Saved data entries
++++++

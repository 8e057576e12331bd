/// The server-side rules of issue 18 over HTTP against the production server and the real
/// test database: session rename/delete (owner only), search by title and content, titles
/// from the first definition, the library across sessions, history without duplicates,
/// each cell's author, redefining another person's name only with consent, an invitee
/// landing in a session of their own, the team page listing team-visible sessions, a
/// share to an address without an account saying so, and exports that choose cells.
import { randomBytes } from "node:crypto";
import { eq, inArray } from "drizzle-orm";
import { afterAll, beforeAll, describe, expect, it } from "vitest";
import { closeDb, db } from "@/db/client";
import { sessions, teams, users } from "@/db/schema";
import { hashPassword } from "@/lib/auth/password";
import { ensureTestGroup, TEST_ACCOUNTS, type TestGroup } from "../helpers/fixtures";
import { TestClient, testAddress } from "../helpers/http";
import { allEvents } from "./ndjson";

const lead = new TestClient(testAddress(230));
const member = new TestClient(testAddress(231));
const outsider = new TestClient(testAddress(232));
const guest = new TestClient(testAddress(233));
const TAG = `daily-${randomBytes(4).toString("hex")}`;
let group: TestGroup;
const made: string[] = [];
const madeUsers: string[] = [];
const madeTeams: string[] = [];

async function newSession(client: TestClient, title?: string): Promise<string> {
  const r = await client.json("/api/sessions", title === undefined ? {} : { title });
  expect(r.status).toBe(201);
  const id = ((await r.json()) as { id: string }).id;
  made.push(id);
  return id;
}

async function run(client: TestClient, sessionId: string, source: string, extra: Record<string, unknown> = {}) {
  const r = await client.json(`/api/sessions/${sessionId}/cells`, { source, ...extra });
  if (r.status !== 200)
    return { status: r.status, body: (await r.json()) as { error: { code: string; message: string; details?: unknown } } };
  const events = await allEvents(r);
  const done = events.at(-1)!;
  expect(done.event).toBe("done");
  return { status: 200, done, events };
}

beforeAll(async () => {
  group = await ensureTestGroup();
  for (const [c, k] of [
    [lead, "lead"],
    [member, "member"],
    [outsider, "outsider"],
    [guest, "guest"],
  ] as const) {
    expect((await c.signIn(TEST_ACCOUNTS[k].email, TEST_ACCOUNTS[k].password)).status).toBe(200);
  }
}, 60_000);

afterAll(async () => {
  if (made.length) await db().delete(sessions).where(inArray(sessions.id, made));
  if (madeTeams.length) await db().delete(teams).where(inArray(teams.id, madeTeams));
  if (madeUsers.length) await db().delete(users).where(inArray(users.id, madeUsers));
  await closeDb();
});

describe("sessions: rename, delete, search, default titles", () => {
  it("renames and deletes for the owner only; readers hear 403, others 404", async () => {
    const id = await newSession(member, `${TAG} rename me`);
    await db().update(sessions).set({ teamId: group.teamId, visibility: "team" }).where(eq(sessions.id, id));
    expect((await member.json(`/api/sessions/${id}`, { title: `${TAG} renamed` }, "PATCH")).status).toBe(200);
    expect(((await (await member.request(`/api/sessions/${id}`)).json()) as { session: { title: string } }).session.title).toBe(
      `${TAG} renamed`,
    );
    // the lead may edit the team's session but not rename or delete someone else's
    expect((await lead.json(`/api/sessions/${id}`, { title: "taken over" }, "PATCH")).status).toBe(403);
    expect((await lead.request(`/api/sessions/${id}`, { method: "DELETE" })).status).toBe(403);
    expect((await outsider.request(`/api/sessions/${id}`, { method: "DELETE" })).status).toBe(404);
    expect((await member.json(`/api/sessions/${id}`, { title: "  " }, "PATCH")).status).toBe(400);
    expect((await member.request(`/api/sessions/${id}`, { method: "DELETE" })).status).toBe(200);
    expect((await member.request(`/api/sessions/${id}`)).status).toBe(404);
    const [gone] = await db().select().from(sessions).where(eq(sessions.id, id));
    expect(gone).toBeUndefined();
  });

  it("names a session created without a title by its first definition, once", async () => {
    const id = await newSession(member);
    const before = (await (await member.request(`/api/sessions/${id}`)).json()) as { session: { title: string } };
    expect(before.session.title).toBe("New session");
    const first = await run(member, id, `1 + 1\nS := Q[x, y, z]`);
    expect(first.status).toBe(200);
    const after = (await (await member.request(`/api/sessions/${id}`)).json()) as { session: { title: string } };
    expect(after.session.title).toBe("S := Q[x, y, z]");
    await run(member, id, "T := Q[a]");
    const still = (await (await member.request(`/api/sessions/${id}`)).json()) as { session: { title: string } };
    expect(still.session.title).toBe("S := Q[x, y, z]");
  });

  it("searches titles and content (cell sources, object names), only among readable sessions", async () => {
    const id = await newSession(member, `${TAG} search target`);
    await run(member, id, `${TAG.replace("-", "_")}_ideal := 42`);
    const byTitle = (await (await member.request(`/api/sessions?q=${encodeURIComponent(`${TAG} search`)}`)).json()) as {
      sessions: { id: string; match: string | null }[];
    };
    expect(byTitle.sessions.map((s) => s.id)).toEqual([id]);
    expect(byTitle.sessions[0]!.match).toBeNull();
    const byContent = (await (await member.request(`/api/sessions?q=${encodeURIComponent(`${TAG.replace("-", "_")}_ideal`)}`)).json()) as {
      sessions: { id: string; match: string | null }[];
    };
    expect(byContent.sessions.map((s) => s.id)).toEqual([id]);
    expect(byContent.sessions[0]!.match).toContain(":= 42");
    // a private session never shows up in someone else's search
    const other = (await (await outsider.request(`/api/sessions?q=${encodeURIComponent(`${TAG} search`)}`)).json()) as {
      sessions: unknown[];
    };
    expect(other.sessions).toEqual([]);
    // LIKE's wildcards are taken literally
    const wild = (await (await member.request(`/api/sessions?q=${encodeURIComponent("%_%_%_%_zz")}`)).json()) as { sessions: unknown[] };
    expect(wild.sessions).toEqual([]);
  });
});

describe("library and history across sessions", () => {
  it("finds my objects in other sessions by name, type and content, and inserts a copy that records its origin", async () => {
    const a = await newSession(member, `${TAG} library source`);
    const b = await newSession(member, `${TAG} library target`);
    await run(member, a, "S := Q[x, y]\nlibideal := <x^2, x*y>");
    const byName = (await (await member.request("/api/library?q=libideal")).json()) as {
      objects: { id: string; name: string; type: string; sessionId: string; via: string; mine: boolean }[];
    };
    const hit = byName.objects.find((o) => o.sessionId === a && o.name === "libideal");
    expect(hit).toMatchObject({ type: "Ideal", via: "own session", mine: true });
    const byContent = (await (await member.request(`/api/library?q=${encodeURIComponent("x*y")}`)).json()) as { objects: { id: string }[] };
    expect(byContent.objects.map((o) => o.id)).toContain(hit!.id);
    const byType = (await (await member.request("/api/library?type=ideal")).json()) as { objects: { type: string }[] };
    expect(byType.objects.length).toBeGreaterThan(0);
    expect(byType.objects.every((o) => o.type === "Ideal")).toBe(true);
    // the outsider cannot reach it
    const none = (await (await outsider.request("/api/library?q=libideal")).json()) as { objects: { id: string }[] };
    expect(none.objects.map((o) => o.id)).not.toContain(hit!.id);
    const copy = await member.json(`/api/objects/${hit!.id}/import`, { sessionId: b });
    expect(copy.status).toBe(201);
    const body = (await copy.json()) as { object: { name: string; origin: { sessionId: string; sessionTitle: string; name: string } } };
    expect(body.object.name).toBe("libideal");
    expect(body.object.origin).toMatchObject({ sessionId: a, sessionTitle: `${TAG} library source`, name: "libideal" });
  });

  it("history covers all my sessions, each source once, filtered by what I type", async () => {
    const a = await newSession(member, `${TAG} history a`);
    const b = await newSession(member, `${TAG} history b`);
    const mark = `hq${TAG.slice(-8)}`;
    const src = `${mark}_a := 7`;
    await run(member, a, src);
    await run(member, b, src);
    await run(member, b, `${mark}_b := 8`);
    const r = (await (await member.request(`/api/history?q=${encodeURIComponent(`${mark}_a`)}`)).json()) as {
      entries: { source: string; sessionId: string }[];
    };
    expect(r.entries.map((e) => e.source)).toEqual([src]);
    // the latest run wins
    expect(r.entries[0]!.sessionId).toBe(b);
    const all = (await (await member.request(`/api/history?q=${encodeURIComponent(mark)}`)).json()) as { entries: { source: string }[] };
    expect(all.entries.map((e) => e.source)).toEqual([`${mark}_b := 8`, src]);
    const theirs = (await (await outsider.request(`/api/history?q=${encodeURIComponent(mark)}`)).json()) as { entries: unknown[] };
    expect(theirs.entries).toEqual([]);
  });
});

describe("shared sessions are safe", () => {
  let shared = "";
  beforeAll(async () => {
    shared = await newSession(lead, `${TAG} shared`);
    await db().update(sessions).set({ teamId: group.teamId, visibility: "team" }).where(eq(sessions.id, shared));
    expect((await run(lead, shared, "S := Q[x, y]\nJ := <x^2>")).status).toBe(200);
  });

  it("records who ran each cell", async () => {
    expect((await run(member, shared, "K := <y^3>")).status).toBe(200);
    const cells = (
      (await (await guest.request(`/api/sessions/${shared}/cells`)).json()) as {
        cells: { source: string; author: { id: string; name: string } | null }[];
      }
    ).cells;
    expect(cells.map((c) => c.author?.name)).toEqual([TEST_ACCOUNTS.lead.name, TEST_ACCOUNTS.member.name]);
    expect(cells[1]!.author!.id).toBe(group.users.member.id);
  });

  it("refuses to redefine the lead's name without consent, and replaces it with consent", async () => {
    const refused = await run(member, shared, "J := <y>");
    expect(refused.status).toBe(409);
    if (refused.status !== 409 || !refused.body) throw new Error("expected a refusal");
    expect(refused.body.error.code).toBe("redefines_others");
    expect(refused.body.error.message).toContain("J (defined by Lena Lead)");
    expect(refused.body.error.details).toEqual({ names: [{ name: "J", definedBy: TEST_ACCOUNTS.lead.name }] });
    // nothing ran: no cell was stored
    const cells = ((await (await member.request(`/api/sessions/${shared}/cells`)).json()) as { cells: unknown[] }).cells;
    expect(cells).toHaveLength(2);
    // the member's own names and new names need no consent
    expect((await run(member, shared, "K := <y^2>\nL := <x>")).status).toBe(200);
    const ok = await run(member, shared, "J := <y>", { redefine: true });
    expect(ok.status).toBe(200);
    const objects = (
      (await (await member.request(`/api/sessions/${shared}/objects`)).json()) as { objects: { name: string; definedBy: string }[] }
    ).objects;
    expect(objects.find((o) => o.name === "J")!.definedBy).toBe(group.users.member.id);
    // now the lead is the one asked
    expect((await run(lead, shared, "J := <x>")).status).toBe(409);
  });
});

++++++

▸ TASK OBJECTIVE:
Reproduce the entries above exactly, but only the lines between the line holding "someone else's search" and the line holding "are taken literally", inclusive.

▸ OUTPUT:
    // a private session never shows up in someone else's search
    const other = (await (await outsider.request(`/api/sessions?q=${encodeURIComponent(`${TAG} search`)}`)).json()) as {
      sessions: unknown[];
    };
    expect(other.sessions).toEqual([]);
    // LIKE's wildcards are taken literally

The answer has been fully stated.